[WHAT YOU ARE ASKED TO DO]:
Look through the lines below for the word "VectorXd", and copy every line that has it.

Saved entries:
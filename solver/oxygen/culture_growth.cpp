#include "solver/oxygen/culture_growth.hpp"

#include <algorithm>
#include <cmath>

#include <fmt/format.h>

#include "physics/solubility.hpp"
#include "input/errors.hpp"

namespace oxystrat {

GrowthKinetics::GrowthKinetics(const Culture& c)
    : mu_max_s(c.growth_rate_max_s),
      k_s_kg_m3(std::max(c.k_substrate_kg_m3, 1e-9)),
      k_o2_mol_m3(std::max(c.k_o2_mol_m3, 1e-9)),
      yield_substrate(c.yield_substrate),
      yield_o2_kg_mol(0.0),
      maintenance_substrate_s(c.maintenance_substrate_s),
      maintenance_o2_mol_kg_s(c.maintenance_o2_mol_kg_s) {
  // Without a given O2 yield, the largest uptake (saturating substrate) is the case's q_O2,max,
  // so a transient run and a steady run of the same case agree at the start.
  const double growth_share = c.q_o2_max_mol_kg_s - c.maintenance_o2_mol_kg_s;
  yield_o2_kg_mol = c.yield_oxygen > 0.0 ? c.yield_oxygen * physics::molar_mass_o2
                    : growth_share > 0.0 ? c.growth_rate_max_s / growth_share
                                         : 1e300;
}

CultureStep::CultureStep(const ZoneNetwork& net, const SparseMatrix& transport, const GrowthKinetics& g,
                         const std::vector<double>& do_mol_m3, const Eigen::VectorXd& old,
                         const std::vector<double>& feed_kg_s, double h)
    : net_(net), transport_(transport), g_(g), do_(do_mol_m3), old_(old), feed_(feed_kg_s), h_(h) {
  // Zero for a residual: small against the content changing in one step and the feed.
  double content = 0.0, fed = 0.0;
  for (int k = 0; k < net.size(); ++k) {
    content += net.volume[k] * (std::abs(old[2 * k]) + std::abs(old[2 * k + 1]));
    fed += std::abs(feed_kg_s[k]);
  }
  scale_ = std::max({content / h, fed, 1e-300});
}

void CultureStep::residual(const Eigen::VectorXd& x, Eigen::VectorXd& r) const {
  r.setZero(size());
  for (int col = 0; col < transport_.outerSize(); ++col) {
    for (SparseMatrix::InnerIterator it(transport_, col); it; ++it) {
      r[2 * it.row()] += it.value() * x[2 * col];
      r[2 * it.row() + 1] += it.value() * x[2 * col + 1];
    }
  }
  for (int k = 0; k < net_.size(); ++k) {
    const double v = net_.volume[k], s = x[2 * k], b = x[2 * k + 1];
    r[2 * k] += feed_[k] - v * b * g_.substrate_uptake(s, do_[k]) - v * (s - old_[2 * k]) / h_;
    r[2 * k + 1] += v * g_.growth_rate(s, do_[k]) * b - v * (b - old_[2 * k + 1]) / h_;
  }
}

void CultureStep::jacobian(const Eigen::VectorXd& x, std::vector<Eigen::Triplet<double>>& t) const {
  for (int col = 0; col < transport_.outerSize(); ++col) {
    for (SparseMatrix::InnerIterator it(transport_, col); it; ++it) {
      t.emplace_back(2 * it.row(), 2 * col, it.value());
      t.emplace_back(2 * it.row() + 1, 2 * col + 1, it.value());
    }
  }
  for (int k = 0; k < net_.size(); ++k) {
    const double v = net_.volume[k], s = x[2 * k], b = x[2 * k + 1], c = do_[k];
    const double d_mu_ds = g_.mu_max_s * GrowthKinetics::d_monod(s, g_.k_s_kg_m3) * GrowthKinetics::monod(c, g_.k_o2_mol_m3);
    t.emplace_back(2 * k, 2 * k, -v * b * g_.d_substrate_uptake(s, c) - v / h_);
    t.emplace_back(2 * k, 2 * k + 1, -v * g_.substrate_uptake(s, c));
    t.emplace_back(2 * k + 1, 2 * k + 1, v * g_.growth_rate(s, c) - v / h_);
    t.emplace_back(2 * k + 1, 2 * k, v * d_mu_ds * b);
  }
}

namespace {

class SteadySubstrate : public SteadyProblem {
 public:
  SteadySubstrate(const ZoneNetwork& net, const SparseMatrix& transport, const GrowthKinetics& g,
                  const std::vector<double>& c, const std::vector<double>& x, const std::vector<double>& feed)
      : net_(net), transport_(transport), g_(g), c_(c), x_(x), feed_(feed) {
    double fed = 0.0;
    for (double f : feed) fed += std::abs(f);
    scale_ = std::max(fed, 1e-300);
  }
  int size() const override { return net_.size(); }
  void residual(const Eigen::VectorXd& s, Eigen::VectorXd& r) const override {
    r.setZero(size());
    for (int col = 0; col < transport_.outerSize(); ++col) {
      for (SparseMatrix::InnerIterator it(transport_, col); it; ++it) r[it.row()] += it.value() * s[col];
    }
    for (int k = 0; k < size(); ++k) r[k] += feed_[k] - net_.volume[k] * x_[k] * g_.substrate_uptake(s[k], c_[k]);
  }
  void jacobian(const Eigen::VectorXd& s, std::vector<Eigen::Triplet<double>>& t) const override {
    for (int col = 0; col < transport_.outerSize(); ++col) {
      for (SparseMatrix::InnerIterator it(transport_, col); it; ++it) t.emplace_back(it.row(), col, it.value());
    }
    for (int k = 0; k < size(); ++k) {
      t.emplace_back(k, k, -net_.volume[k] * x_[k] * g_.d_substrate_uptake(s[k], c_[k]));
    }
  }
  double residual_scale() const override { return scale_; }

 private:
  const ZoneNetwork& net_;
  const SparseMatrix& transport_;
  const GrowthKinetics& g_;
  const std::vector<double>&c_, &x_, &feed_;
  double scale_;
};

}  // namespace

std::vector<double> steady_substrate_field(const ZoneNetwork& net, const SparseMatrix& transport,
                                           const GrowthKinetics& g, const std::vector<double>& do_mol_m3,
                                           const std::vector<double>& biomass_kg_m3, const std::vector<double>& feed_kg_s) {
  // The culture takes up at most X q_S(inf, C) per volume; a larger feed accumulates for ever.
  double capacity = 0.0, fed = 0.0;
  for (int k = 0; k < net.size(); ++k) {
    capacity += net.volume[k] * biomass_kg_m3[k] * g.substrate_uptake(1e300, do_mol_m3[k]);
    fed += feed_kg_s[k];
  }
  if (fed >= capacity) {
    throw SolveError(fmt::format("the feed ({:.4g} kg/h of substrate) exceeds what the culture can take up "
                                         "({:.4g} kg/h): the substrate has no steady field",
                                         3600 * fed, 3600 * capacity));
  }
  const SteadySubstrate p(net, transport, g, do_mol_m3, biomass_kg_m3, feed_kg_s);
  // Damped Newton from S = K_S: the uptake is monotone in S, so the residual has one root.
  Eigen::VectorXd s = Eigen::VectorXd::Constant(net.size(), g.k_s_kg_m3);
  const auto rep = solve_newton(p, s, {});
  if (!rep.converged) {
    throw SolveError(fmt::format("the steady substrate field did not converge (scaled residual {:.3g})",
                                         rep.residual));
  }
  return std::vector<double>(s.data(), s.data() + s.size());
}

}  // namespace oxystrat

[FINISHED TASK]:
                         const std::vector<double>& do_mol_m3, const Eigen::VectorXd& old,
void CultureStep::residual(const Eigen::VectorXd& x, Eigen::VectorXd& r) const {
void CultureStep::jacobian(const Eigen::VectorXd& x, std::vector<Eigen::Triplet<double>>& t) const {
  void residual(const Eigen::VectorXd& s, Eigen::VectorXd& r) const override {
  void jacobian(const Eigen::VectorXd& s, std::vector<Eigen::Triplet<double>>& t) const override {
  Eigen::VectorXd s = Eigen::VectorXd::Constant(net.size(), g.k_s_kg_m3);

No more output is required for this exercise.